**What is required**.
A single number is the answer here: how many lines below include "twice"?

++++++++++++++++++++

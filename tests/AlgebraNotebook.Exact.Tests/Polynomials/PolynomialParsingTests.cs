using AlgebraNotebook.Exact.Parsing;
using AlgebraNotebook.Exact.Polynomials;
using AlgebraNotebook.Exact.Scalars;
using AlgebraNotebook.Exact.Symbols;
using static AlgebraNotebook.Exact.Tests.Polynomials.PolynomialTestData;

namespace AlgebraNotebook.Exact.Tests.Polynomials;

public class PolynomialParsingTests
{
    [Fact]
    public void Text_with_explicit_operators_prints_back_unchanged()
    {
        // Terms of different total degree: the order is fixed whatever the symbol ranking (common practice: graded orders).
        Assert.Equal("x^2*y - 2*hbar", Q("x^2*y - 2*hbar").ToString());
        Assert.Equal("1/2*x*y^3", Q("1/2 x y^3").ToString());
        Assert.Equal("-x^3 + 4", Q("4 - x^3").ToString());
        Assert.Equal("0", Q("x - x").ToString());
    }

    [Fact]
    public void Binomial_cube_expands_with_coefficients_1_3_3_1()
    {
        // Binomial theorem (common practice).
        Assert.Equal(Q("x^3 + 3 x^2 y + 3 x y^2 + y^3"), Q("(x+y)^3"));
    }

    [Fact]
    public void Leading_minus_applies_to_the_whole_product()
    {
        Assert.Equal(Q("b c - a c"), Q("-(a - b)*c"));
        Assert.Equal(Q("-1 * x^2"), Q("-x^2"));
        Assert.Equal(Q("x + y"), Q("x - -y"));
    }

    [Fact]
    public void Juxtaposition_multiplies()
    {
        Assert.Equal(Q("3*x"), Q("3x"));
        Assert.Equal(Q("2*hbar*t"), Q("2 hbar t"));
        Assert.Equal(Q("x^2 - 1"), Q("(x+1)(x-1)"));
        Assert.Equal(Q("x*y"), Q("x y"));
        Assert.NotEqual(Q("x*y"), Q("xy"));
        Assert.Equal(Q("1/2*x"), Q("x/2"));
        Assert.Equal(Q("5/4"), Q("1.25"));
    }

    [Fact]
    public void Imaginary_unit_is_read_for_gaussian_coefficients()
    {
        var p = G("(1 - 2 i) x + i*hbar");
        Assert.Equal(new GaussianRational(1, -2), p.CoefficientOf(Monomial.Of(S("x"))));
        Assert.Equal(GaussianRational.I, p.CoefficientOf(Monomial.Of(S("hbar"))));
        Assert.Equal(G("-1"), G("i^2"));
        Assert.Equal(G("2*i*x"), G("2i x"));
    }

    [Fact]
    public void Printing_then_parsing_gives_the_same_polynomial_for_random_inputs()
    {
        var random = new Random(20261201);
        var symbols = new[] { S("pa"), S("pb"), S("hbar") };
        for (var k = 0; k < Iterations(200); k++)
        {
            var p = RandomPolynomial(random, symbols, RandomRational);
            Assert.True(Q(p.ToString()) == p, $"Rational round trip failed for {p}");
            var g = RandomPolynomial(random, symbols, RandomGaussian);
            Assert.True(G(g.ToString()) == g, $"GaussianRational round trip failed for {g}");
        }
    }

    [Theory]
    [InlineData("x^-1", 2, "negative exponents")]
    [InlineData("x^", 2, "expected an exponent")]
    [InlineData("2**x", 2, "'**'")]
    [InlineData("(x+y", 0, "unmatched '('")]
    [InlineData("x+y)", 3, "unmatched ')'")]
    [InlineData("x + ", 4, "unexpected end")]
    [InlineData("x *", 3, "unexpected end")]
    [InlineData("", 0, "empty")]
    [InlineData("x^2^3", 3, "parentheses")]
    [InlineData("x / y", 4, "non-constant")]
    [InlineData("x/0", 2, "division by zero")]
    [InlineData("x $ y", 2, "'$'")]
    [InlineData("2 3", 2, "number directly after")]
    [InlineData("x = 1", 2, "'='")]
    [InlineData("x^1.5", 3, "integers")]
    [InlineData("()", 1, "empty parentheses")]
    [InlineData("3 + i x", 4, "Rational coefficients have no i")]
    public void Bad_text_is_rejected_at_the_offending_character(string text, int position, string problem)
    {
        var error = Assert.Throws<ExactParseException>(() => Q(text));
        Assert.Equal(position, error.Position);
        Assert.Contains(problem, error.Message, StringComparison.Ordinal);
        Assert.Equal(text, error.Input);
    }

    [Fact]
    public void The_imaginary_unit_error_suggests_gaussian_rationals()
    {
        var error = Assert.Throws<ExactParseException>(() => Q("i*hbar"));
        Assert.Contains("GaussianRational", error.Message, StringComparison.Ordinal);
    }

    [Fact]
    public void A_power_divided_by_a_number_follows_ordinary_precedence()
    {
        // Common practice: '^' binds tighter than '/', so x^2/3 is (x^2)/3, not x^(2/3).
        Assert.Equal(Q("1/3 theta^2"), Q("theta^2/3"));
        Assert.Equal(Q("(x + y)^2 * 1/4"), Q("(x + y)^2/4"));
    }

    [Fact]
    public void TryParse_returns_false_on_bad_text()
    {
        Assert.False(Polynomial<Rational>.TryParse("x^", out _));
        Assert.True(Polynomial<Rational>.TryParse("x^2", out var p));
        Assert.Equal(2, p.TotalDegree);
    }

    [Fact]
    public void Variable_and_constant_constructors_agree_with_parsing()
    {
        Assert.Equal(Q("theta"), Polynomial<Rational>.Variable("theta"));
        Assert.Equal(Q("theta"), Polynomial<Rational>.Variable(Symbol.Of("theta")));
        Assert.Equal(Q("7/3"), Polynomial<Rational>.Constant(new Rational(7, 3)));
        Assert.Same(Polynomial<Rational>.Zero, Polynomial<Rational>.Constant(Rational.Zero));
        Assert.Throws<ExactArgumentException>(() => Polynomial<Rational>.Variable("2x"));
    }
}
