using AlgebraNotebook.Exact.Polynomials;
using AlgebraNotebook.Exact.Symbols;
using static AlgebraNotebook.Exact.Tests.Polynomials.PolynomialTestData;

namespace AlgebraNotebook.Exact.Tests.Polynomials;

public class MonomialOrderTests
{
    [Fact]
    public void Fast_comparison_agrees_with_the_exponent_vector_definition()
    {
        // Definitions of lex, grlex and grevlex on exponent vectors: Cox, Little & O'Shea (4th ed.), Section 2.2, Definitions 3, 5, 6.
        var random = new Random(51);
        var symbols = new[] { S("oa"), S("ob"), S("oc"), S("od") };
        var rankings = new Symbol[][] { [], [symbols[2], symbols[0]], [symbols[3], symbols[2], symbols[1], symbols[0]] };
        foreach (var kind in Enum.GetValues<MonomialOrderKind>())
        {
            foreach (var ranking in rankings)
            {
                var order = new MonomialOrder(kind, ranking);
                var ranked = symbols.OrderBy(s => s, Comparer<Symbol>.Create((a, b) => order.CompareSymbols(b, a))).ToArray();
                for (var k = 0; k < Iterations(300); k++)
                {
                    var x = RandomMonomial(random, symbols, 3);
                    var y = random.Next(5) == 0 ? x : RandomMonomial(random, symbols, 3);
                    var expected = Reference(kind, ranked, x, y);
                    Assert.True(Math.Sign(order.Compare(x, y)) == expected, $"{order}: compare({x}, {y}) should be {expected}");
                }
            }
        }
    }

    [Fact]
    public void Orders_rank_the_textbook_exponent_vectors()
    {
        // Cox, Little & O'Shea (4th ed.), Section 2.2 (from memory): (1,2,0) >lex (0,3,4); (1,2,3) >grlex (3,2,0);
        // (4,7,1) >grevlex (4,2,3); (1,5,2) >grevlex (4,1,3).
        var (x, y, z) = (S("x"), S("y"), S("z"));
        var lex = new MonomialOrder(MonomialOrderKind.Lexicographic, [x, y, z]);
        var grlex = new MonomialOrder(MonomialOrderKind.GradedLexicographic, [x, y, z]);
        var grevlex = new MonomialOrder(MonomialOrderKind.GradedReverseLexicographic, [x, y, z]);
        Assert.True(lex.Compare(M("x y^2"), M("y^3 z^4")) > 0);
        Assert.True(grlex.Compare(M("x y^2 z^3"), M("x^3 y^2")) > 0);
        Assert.True(grevlex.Compare(M("x^4 y^7 z"), M("x^4 y^2 z^3")) > 0);
        Assert.True(grevlex.Compare(M("x y^5 z^2"), M("x^4 y z^3")) > 0);
    }

    private static Monomial M(string text) => Q(text).LeadingMonomial();

    private static int Reference(MonomialOrderKind kind, Symbol[] ranked, Monomial x, Monomial y)
    {
        var ex = ranked.Select(x.ExponentOf).ToArray();
        var ey = ranked.Select(y.ExponentOf).ToArray();
        if (kind != MonomialOrderKind.Lexicographic && ex.Sum() != ey.Sum())
        {
            return Math.Sign(ex.Sum() - ey.Sum());
        }

        if (kind == MonomialOrderKind.GradedReverseLexicographic)
        {
            for (var k = ranked.Length - 1; k >= 0; k--)
            {
                if (ex[k] != ey[k])
                {
                    return ex[k] < ey[k] ? 1 : -1;
                }
            }

            return 0;
        }

        for (var k = 0; k < ranked.Length; k++)
        {
            if (ex[k] != ey[k])
            {
                return Math.Sign(ex[k] - ey[k]);
            }
        }

        return 0;
    }
}
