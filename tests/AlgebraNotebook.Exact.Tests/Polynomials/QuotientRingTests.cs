using AlgebraNotebook.Exact.Parsing;
using AlgebraNotebook.Exact.Polynomials;
using AlgebraNotebook.Exact.Scalars;
using static AlgebraNotebook.Exact.Tests.Polynomials.PolynomialTestData;

namespace AlgebraNotebook.Exact.Tests.Polynomials;

public class QuotientRingTests
{
    [Fact]
    public void Circle_relation_reduces_the_expanded_square_to_one()
    {
        // cos^2 + sin^2 = 1 (common practice): (c + s)^2 - 2cs = c^2 + s^2 = 1.
        var ring = new QuotientRing<Rational>(["c^2 + s^2 = 1"]);
        Assert.Equal(Polynomial<Rational>.One, ring.Reduce(Q("(c + s)^2 - 2 c s")));
        Assert.True(ring.Element("(c + s)^2 - 2 c s").IsOne);
        Assert.True(ring.AreEqual(Q("c^4"), Q("(1 - s^2)^2")));
    }

    [Fact]
    public void Inverse_declaration_cancels_a_symbol_against_its_inverse()
    {
        // t * t^-1 = 1 (common practice): t^3 tinv^2 = t.
        var ring = new QuotientRing<Rational>(Array.Empty<Polynomial<Rational>>(), inverses: [(S("t"), S("tinv"))]);
        Assert.Equal(Q("t"), ring.Reduce(Q("t^3 tinv^2")));
        Assert.Equal(Q("tinv"), ring.Reduce(Q("t tinv^2")));
        Assert.Equal(Q("t tinv - 1"), ring.Relations.Single());
    }

    [Fact]
    public void Inconsistent_relations_are_rejected_and_listed()
    {
        // x = 1 and x = 2 give 1 = 0 (common practice).
        var error = Assert.Throws<ExactArgumentException>(() => new QuotientRing<Rational>(["x = 1", "x = 2"]));
        Assert.Contains("inconsistent", error.Message, StringComparison.Ordinal);
        Assert.Contains("x - 1 = 0", error.Message, StringComparison.Ordinal);
        Assert.Contains("x - 2 = 0", error.Message, StringComparison.Ordinal);
    }

    [Fact]
    public void Ideal_membership_is_decided_by_the_normal_form()
    {
        // Cox, Little & O'Shea (4th ed.), Section 2.6, Example 3 (from memory): for I = <xz - y^2, x^3 - z^2> under grlex
        // (x > y > z), -4x^2y^2z^2 + y^6 + 3z^5 lies in I and xy - 5z^2 + x does not.
        var order = new MonomialOrder(MonomialOrderKind.GradedLexicographic, [S("x"), S("y"), S("z")]);
        var ring = new QuotientRing<Rational>(["x z - y^2", "x^3 - z^2"], order: order);
        Assert.True(ring.Contains(Q("-4 x^2 y^2 z^2 + y^6 + 3 z^5")));
        Assert.False(ring.Contains(Q("x y - 5 z^2 + x")));
    }

    [Fact]
    public void Sphere_relation_keeps_the_radius_squared_as_a_sum()
    {
        var ring = new QuotientRing<Rational>(["r^2 = x^2 + y^2 + z^2"]);
        Assert.True(ring.AreEqual(Q("r^4"), Q("(x^2 + y^2 + z^2)^2")));
        Assert.False(ring.Contains(Q("r - x")));
    }

    [Fact]
    public void Equation_errors_point_into_the_equation()
    {
        var twice = Assert.Throws<ExactParseException>(() => QuotientRing<Rational>.ParseEquation("x = y = 1"));
        Assert.Equal(6, twice.Position);
        var right = Assert.Throws<ExactParseException>(() => QuotientRing<Rational>.ParseEquation("x^2 = y^"));
        Assert.Equal(8, right.Position);
        Assert.Equal("x^2 = y^", right.Input);
        var empty = Assert.Throws<ExactParseException>(() => QuotientRing<Rational>.ParseEquation("x = "));
        Assert.Equal(4, empty.Position);
        Assert.Equal(Q("x - y - 1"), QuotientRing<Rational>.ParseEquation("x = y + 1"));
    }

    [Fact]
    public void Constants_without_a_ring_combine_with_any_ring()
    {
        var ring = new QuotientRing<Rational>(["c^2 + s^2 = 1"]);
        var c = ring.Element("c");
        var one = QuotientElement<Rational>.One;
        Assert.Null(one.Ring);
        Assert.Same(ring, (c + one).Ring);
        Assert.Equal(ring.Element("c + 1"), c + one);
        Assert.Equal(ring.Element("1 - s^2"), c * c);
        Assert.True((c * QuotientElement<Rational>.Zero).IsZero);
        Assert.Equal(ring.Element("2"), QuotientElement<Rational>.FromInteger(2));
        Assert.Equal(ring.Element("1/2 c"), c.Scale(new Rational(1, 2)));
        Assert.True(default(QuotientElement<Rational>).IsZero);
    }

    [Fact]
    public void Elements_of_different_rings_cannot_be_combined()
    {
        var first = new QuotientRing<Rational>(["c^2 + s^2 = 1"]);
        var second = new QuotientRing<Rational>(["c^2 = s"]);
        var a = first.Element("c");
        var b = second.Element("c");
        var error = Assert.Throws<ExactArgumentException>(() => a * b);
        Assert.Contains("c^2 + s^2 - 1", error.Message, StringComparison.Ordinal);
        Assert.Contains("different quotient rings", error.Message, StringComparison.Ordinal);
        Assert.Throws<ExactArgumentException>(() => a + b);
        Assert.False(a.Equals(b));
    }

    [Fact]
    public void Element_power_reduces_along_the_way()
    {
        // i^2 = -1 written as a relation j^2 = -1 over the rationals (common practice): j^7 = -j.
        var ring = new QuotientRing<Rational>(["j^2 = -1"]);
        Assert.Equal(ring.Element("-j"), ring.Element("j").Pow(7));
        Assert.Equal(ring.Element("1"), ring.Element("j").Pow(0));
    }

    [Fact]
    public void Conjugation_is_refused_when_the_relations_are_not_closed_under_it()
    {
        var real = new QuotientRing<GaussianRational>(["u^2 + 1"]);
        Assert.Equal(real.Element("-i u"), real.Element("i u").Conjugate());
        var complex = new QuotientRing<GaussianRational>(["u = i"]);
        Assert.Throws<ExactArgumentException>(() => complex.Element("u").Conjugate());
    }

    [Fact]
    public void No_relations_leave_polynomials_unchanged()
    {
        var ring = new QuotientRing<Rational>(Array.Empty<string>());
        Assert.Empty(ring.GroebnerBasis);
        Assert.Equal(Q("x^2 + y"), ring.Reduce(Q("x^2 + y")));
    }
}
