using System.Numerics;
using AlgebraNotebook.Exact;
using AlgebraNotebook.Exact.Polynomials;
using AlgebraNotebook.Exact.Scalars;
using AlgebraNotebook.Exact.Symbols;

namespace AlgebraNotebook.Exact.Tests.Polynomials;

public class PolynomialPowerLimitTests
{
    private static Polynomial<Rational> P(string text) => Polynomial<Rational>.Parse(text);

    [Fact]
    public void Huge_power_of_a_binomial_is_refused_before_any_work_with_the_estimate()
    {
        var e = Assert.Throws<BeyondCapabilityException>(() => P("x + 1").Pow(int.MaxValue));
        Assert.Contains("total degree 2147483647", e.Message);
        Assert.Contains("PowerLimits", e.Message);
    }

    [Fact]
    public void Raised_limit_lets_a_power_through_that_a_lower_limit_refuses_and_the_middle_coefficient_is_the_central_binomial()
    {
        Assert.Throws<BeyondCapabilityException>(() => P("x + 1").Pow(600, new PowerLimits { MaxTotalDegree = 500 }));
        // (x + 1)^600: the coefficient of x^300 is C(600, 300) (binomial theorem, common practice).
        var result = P("x + 1").Pow(600, new PowerLimits { MaxTotalDegree = 600 });
        Assert.Equal(601, result.Terms.Count);
        var x = Symbol.Of("x");
        var middle = result.Terms.Single(t => t.Monomial.ExponentOf(x) == 300).Coefficient;
        var central = BigInteger.One;
        for (var j = 1; j <= 300; j++)
        {
            central = central * (300 + j) / j;
        }

        Assert.Equal(new Rational(central), middle);
    }

    [Fact]
    public void Term_estimate_uses_the_smaller_of_the_multiset_and_monomial_bounds()
    {
        // (x + y)^2000 has 2001 terms (binomial theorem); with MaxTerms 2001 it passes, with 2000 it is refused.
        Assert.Equal(2001, P("x + y").Pow(2000, new PowerLimits { MaxTerms = 2001 }).Terms.Count);
        Assert.Throws<BeyondCapabilityException>(() => P("x + y").Pow(2000, new PowerLimits { MaxTerms = 2000 }));
    }

    [Fact]
    public void A_single_term_is_raised_directly_without_the_degree_limit()
    {
        Assert.Equal(P("x^20000"), P("x").Pow(20_000));
    }

    [Fact]
    public void Huge_power_of_a_single_term_with_a_fractional_coefficient_is_refused_before_any_work_with_the_estimate()
    {
        // (x/2)^(2^31 - 1) has coefficient 2^-(2^31 - 1), a denominator of 2^31 bits (common practice); built in code.
        var half = Polynomial<Rational>.Variable("x") / new Rational(2);
        var e = Assert.Throws<BeyondCapabilityException>(() => half.Pow(int.MaxValue));
        Assert.Contains("(1/2*x)^2147483647", e.Message);
        Assert.Contains("coefficients of about 2.147E+09 bits", e.Message);
        Assert.Contains("PowerLimits", e.Message);
        // The same over Q(i): (i x / 2)^(2^31 - 1) (common practice: |i/2|^n = 2^-n).
        var gaussian = Polynomial<GaussianRational>.Parse("i x / 2");
        Assert.Throws<BeyondCapabilityException>(() => gaussian.Pow(int.MaxValue));
    }

    [Fact]
    public void Single_term_coefficient_limit_is_the_one_the_caller_sets()
    {
        // (x/2)^100000: estimate 100,000 bits, over the default 65,536; admitted with a larger limit, where the
        // coefficient is 2^-100000 (common practice).
        var half = Polynomial<Rational>.Variable("x") / new Rational(2);
        Assert.Throws<BeyondCapabilityException>(() => half.Pow(100_000));
        var result = half.Pow(100_000, new PowerLimits { MaxCoefficientBits = 100_000 });
        var (monomial, coefficient) = Assert.Single(result.Terms);
        Assert.Equal(100_000, monomial.TotalDegree);
        Assert.Equal(new Rational(BigInteger.One, BigInteger.Pow(2, 100_000)), coefficient);
    }

    [Fact]
    public void Single_term_whose_degree_would_pass_the_largest_int_is_refused_whatever_the_limits()
    {
        // 2 * 1,500,000,000 = 3,000,000,000 > 2^31 - 1 (common practice): an error, never a wrapped-around exponent.
        var square = P("x^2");
        var huge = new PowerLimits { MaxTotalDegree = long.MaxValue, MaxTerms = long.MaxValue, MaxCoefficientBits = long.MaxValue };
        var e = Assert.Throws<BeyondCapabilityException>(() => square.Pow(1_500_000_000, huge));
        Assert.Contains("(x^2)^1500000000", e.Message);
        Assert.Contains("total degree 3000000000", e.Message);
        var m = Assert.Throws<BeyondCapabilityException>(() => Monomial.Of(Symbol.Of("x"), 2).Pow(1_500_000_000));
        Assert.Contains("(x^2)^1500000000", m.Message);
        // Several terms with every limit lifted: (x^2 + 1)^1500000000 would have total degree 3,000,000,000.
        var b = Assert.Throws<BeyondCapabilityException>(() => P("x^2 + 1").Pow(1_500_000_000, huge));
        Assert.Contains("total degree 3000000000", b.Message);
    }

    [Fact]
    public void Repeated_factors_whose_exponents_pass_the_largest_int_are_refused_not_wrapped_around()
    {
        // (2^31 - 1) + 1 = 2^31 does not fit in an int (common practice).
        var x = Symbol.Of("x");
        var e = Assert.Throws<ExactArgumentException>(() => Monomial.FromFactors([(x, int.MaxValue), (x, 1)]));
        Assert.Contains("x add up to 2147483648", e.Message);
        var t = Assert.Throws<ExactArgumentException>(() => Monomial.FromFactors([(x, int.MaxValue), (Symbol.Of("y"), 1)]));
        Assert.Contains("total degree 2147483648", t.Message);
    }

    [Fact]
    public void Several_terms_with_a_large_coefficient_are_refused_by_the_coefficient_estimate()
    {
        // (c x + 1)^100 with c = 2^1000: the leading coefficient is 2^100000 (binomial theorem, common practice), over
        // 65,536 bits; degree 100 and 101 terms are far inside their limits.
        var c = new Rational(BigInteger.Pow(2, 1000));
        var p = Polynomial<Rational>.Variable("x") * c + Polynomial<Rational>.One;
        var e = Assert.Throws<BeyondCapabilityException>(() => p.Pow(100));
        Assert.Contains("^100 would have coefficients of about", e.Message);
    }

    [Fact]
    public void Ordinary_power_of_half_x_plus_one_matches_the_binomial_theorem()
    {
        // (x/2 + 1)^20 = sum_k C(20, k) 2^-k x^k (binomial theorem, common practice); and (x/2)^20 = x^20 / 2^20.
        var x = Symbol.Of("x");
        var half = Polynomial<Rational>.Variable("x") / new Rational(2);
        var single = Assert.Single(half.Pow(20).Terms);
        Assert.Equal(20, single.Monomial.ExponentOf(x));
        Assert.Equal(new Rational(1, 1 << 20), single.Coefficient);
        var result = (half + Polynomial<Rational>.One).Pow(20);
        Assert.Equal(21, result.Terms.Count);
        var binomial = BigInteger.One;
        for (var k = 0; k <= 20; k++)
        {
            var coefficient = result.Terms.Single(t => t.Monomial.ExponentOf(x) == k).Coefficient;
            Assert.Equal(new Rational(binomial, BigInteger.Pow(2, k)), coefficient);
            binomial = binomial * (20 - k) / (k + 1);
        }
    }

    [Fact]
    public void Invalid_limits_are_refused()
    {
        Assert.Throws<ExactArgumentException>(() => P("x + 1").Pow(2, new PowerLimits { MaxTerms = 0 }));
        Assert.Throws<ExactArgumentException>(() => P("x + 1").Pow(2, new PowerLimits { MaxCoefficientBits = 0 }));
    }

    [Fact]
    public void Text_asking_for_a_moderate_power_is_parsed_and_a_huge_expansion_is_refused_by_the_parse_budget()
    {
        // (x + 1)^100 has 101 terms and the coefficient of x^1 is 100 (binomial theorem, common practice).
        var p = P("(x + 1)^100");
        Assert.Equal(101, p.Terms.Count);
        Assert.Contains(p.Terms, t => t.Monomial.ExponentOf(Symbol.Of("x")) == 1 && t.Coefficient == new Rational(100));
        var e = Assert.Throws<BeyondCapabilityException>(() => P("(x + y + z + w)^60"));
        Assert.Contains("(x + y + z + w)^60", e.Message);
    }
}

++++++++++++++++++++

**Output for this exercise**.
2